## What this task involves
If a line holds the word "function", copy it from the entries.

Saved entries:
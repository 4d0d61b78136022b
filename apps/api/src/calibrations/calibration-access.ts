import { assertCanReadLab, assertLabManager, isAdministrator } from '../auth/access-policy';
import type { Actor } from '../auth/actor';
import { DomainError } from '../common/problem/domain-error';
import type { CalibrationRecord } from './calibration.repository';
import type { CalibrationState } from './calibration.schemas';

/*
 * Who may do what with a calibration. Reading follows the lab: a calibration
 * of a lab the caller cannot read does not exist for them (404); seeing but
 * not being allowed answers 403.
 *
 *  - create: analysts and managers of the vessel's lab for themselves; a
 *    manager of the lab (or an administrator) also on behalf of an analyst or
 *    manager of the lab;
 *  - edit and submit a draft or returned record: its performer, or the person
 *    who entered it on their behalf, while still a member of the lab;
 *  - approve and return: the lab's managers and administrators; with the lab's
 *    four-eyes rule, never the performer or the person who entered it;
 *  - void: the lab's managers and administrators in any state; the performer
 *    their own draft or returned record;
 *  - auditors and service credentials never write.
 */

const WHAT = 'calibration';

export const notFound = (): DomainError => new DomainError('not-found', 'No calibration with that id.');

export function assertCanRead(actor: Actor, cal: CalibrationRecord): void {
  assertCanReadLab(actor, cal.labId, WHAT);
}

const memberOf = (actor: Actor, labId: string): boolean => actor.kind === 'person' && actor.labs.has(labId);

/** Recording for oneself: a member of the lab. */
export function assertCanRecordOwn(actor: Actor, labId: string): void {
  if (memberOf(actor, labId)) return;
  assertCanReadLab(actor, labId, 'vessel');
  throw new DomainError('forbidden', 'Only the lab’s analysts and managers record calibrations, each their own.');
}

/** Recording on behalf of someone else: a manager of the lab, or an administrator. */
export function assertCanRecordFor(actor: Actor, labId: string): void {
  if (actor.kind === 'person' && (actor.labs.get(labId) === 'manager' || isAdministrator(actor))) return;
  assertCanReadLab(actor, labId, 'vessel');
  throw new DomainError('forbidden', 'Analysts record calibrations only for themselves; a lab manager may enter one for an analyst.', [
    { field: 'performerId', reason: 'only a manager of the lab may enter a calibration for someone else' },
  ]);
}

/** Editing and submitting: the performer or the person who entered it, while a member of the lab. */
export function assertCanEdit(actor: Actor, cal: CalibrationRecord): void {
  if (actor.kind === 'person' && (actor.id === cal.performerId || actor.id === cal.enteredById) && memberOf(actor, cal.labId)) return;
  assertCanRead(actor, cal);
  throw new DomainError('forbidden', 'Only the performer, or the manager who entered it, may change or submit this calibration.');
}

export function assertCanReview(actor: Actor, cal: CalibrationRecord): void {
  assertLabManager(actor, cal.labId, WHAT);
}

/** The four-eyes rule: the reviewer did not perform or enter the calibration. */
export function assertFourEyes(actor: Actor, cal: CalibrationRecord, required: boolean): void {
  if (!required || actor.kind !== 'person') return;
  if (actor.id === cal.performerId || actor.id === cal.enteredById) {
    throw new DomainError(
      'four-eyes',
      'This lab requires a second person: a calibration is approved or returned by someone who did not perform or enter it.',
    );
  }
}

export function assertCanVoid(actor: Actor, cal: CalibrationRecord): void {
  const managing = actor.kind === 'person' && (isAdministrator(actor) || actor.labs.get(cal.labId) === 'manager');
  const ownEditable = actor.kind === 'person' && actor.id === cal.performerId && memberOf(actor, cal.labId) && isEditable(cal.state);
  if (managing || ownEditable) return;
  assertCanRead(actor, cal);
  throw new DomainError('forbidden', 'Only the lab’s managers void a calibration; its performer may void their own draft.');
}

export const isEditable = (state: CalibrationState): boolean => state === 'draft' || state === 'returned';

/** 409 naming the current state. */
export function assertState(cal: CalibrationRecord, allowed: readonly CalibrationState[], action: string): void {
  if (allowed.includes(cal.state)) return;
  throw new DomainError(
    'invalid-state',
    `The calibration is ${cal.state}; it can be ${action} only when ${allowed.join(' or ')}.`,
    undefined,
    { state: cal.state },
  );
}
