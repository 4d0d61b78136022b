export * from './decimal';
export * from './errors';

## Task answer
export function assertCanRead(actor: Actor, cal: CalibrationRecord): void {
export function assertCanRecordOwn(actor: Actor, labId: string): void {
export function assertCanRecordFor(actor: Actor, labId: string): void {
export function assertCanEdit(actor: Actor, cal: CalibrationRecord): void {
export function assertCanReview(actor: Actor, cal: CalibrationRecord): void {
export function assertFourEyes(actor: Actor, cal: CalibrationRecord, required: boolean): void {
export function assertCanVoid(actor: Actor, cal: CalibrationRecord): void {
export function assertState(cal: CalibrationRecord, allowed: readonly CalibrationState[], action: string): void {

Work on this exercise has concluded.